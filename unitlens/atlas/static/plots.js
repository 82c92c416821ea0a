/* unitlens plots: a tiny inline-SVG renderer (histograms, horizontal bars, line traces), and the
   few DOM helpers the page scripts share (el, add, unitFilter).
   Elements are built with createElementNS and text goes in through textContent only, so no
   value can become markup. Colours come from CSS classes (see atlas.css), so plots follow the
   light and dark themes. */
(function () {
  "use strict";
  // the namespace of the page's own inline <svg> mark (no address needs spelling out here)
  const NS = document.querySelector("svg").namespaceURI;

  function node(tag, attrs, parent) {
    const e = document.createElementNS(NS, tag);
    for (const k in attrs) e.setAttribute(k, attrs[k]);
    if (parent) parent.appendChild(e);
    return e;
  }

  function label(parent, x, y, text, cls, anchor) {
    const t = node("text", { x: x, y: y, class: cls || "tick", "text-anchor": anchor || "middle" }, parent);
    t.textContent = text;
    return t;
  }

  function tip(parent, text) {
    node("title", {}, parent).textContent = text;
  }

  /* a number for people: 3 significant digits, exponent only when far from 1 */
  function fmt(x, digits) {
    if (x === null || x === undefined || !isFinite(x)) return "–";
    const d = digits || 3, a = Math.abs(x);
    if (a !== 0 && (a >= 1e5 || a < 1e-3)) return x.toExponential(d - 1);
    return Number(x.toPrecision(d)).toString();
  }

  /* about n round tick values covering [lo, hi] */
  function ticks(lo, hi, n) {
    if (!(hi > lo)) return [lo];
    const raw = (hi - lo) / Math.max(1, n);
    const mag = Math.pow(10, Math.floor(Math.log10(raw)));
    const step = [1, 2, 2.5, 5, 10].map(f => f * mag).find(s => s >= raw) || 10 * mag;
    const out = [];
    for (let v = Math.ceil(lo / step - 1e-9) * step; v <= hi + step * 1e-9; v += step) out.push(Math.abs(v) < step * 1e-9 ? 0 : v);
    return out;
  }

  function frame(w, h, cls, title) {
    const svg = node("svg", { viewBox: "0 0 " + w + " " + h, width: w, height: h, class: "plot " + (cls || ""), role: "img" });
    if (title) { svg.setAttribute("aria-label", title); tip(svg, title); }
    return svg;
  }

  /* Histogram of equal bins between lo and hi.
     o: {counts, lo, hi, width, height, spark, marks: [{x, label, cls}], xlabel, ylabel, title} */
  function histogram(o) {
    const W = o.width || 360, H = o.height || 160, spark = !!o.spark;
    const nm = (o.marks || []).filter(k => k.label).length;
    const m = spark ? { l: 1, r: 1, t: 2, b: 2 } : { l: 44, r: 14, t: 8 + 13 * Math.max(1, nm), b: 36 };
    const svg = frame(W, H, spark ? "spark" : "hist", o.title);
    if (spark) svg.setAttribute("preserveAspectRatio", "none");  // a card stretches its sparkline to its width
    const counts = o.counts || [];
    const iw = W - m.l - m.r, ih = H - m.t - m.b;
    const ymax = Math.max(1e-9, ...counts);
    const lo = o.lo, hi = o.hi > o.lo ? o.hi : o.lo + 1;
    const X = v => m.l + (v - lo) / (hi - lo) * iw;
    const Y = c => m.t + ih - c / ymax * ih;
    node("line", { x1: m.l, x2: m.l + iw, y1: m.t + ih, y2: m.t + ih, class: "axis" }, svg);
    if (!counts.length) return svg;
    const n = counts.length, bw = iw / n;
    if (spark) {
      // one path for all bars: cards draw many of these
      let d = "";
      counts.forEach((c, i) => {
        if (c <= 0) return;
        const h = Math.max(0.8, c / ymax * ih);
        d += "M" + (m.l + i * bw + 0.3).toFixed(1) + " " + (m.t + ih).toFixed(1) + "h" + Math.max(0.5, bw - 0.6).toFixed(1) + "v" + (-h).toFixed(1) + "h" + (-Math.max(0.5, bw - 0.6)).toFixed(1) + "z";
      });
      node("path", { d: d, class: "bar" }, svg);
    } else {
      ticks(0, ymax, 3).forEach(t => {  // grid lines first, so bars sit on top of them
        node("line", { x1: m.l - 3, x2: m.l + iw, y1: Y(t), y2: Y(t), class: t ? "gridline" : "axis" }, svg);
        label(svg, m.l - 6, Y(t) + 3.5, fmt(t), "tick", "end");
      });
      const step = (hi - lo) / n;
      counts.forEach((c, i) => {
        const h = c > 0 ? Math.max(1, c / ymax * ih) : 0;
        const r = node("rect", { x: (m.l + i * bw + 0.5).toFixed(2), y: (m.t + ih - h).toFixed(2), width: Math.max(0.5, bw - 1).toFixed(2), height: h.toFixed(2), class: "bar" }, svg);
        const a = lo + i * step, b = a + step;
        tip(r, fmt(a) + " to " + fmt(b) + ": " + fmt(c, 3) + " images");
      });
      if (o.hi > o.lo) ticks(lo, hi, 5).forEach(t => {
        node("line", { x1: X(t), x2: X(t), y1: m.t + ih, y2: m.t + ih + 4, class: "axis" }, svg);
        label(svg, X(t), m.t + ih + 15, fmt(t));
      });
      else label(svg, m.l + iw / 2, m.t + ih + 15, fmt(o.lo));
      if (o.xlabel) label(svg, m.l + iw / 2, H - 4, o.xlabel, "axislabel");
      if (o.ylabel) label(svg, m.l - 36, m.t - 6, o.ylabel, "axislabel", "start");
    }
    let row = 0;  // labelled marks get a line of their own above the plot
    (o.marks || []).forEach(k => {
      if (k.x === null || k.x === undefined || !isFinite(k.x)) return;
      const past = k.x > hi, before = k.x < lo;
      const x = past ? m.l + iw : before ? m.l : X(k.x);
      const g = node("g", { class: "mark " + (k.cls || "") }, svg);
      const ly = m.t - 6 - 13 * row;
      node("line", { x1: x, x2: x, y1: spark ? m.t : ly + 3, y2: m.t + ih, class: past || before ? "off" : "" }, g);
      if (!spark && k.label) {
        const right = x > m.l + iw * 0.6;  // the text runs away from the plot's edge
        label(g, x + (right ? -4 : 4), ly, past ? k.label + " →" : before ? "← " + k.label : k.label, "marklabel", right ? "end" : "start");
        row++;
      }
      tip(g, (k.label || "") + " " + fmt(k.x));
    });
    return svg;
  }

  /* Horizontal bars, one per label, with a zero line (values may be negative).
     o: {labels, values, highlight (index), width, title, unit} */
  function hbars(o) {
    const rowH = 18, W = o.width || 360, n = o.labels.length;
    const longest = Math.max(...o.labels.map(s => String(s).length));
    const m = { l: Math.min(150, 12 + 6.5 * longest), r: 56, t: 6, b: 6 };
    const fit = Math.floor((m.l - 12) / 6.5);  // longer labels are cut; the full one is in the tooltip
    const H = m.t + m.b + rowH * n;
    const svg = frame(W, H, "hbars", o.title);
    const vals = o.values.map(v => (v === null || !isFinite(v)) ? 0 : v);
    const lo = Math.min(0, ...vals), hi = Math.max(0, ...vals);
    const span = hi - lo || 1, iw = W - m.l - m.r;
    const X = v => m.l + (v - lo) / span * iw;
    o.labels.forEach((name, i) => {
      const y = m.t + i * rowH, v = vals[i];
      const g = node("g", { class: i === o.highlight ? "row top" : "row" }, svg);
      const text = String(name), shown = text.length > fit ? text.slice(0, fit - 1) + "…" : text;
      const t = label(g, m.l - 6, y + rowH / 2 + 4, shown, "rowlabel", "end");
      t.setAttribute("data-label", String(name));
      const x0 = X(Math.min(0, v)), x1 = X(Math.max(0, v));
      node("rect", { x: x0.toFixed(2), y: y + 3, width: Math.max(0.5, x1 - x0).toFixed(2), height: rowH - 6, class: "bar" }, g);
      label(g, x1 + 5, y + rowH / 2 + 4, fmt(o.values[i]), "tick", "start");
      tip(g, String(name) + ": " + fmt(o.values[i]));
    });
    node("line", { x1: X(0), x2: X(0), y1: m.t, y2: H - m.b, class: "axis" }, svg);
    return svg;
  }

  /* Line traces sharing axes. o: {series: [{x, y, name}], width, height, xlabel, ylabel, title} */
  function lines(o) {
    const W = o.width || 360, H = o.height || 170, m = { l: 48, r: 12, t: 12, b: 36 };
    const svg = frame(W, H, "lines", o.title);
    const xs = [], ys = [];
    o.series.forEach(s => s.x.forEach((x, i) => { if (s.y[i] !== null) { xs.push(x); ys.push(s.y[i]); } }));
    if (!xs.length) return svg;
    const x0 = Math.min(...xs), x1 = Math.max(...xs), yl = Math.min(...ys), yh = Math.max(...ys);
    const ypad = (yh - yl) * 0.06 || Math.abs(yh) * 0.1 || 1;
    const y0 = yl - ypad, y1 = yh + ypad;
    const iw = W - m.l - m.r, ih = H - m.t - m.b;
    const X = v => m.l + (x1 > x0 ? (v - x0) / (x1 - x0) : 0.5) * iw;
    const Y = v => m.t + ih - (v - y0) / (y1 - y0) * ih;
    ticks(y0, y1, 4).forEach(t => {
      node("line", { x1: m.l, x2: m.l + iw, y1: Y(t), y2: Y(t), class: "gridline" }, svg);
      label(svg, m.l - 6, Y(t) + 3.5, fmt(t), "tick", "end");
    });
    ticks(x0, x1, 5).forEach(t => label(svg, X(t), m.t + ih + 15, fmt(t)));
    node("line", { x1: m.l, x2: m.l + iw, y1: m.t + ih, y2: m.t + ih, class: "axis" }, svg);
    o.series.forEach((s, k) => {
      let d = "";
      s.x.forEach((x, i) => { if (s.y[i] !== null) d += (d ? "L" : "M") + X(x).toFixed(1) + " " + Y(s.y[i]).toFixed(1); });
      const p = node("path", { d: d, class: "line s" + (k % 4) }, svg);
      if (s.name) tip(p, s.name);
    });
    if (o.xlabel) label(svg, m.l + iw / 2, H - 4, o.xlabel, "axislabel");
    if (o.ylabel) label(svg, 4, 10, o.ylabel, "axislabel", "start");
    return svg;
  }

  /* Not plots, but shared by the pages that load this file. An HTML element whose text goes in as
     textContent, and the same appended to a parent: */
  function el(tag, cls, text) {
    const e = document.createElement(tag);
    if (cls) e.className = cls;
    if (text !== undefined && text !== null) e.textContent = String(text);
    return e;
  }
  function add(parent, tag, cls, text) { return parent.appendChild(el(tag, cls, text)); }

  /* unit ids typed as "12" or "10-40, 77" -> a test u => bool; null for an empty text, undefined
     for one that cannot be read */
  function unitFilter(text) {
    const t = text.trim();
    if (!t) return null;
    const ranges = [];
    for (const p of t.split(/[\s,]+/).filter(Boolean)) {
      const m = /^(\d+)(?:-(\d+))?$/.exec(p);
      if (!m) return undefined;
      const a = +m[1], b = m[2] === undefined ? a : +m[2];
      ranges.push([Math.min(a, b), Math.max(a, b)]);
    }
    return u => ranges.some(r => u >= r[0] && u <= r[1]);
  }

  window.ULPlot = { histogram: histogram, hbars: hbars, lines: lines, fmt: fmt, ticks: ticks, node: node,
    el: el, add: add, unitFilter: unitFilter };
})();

§ Try it
Copy, word for word, the line that contains "if (!t) return null;" and every line after it through the end of the records, and nothing else.

§ Solution to this exercise
    if (!t) return null;
    const ranges = [];
    for (const p of t.split(/[\s,]+/).filter(Boolean)) {
      const m = /^(\d+)(?:-(\d+))?$/.exec(p);
      if (!m) return undefined;
      const a = +m[1], b = m[2] === undefined ? a : +m[2];
      ranges.push([Math.min(a, b), Math.max(a, b)]);
    }
    return u => ranges.some(r => u >= r[0] && u <= r[1]);
  }

  window.ULPlot = { histogram: histogram, hbars: hbars, lines: lines, fmt: fmt, ticks: ticks, node: node,
    el: el, add: add, unitFilter: unitFilter };
})();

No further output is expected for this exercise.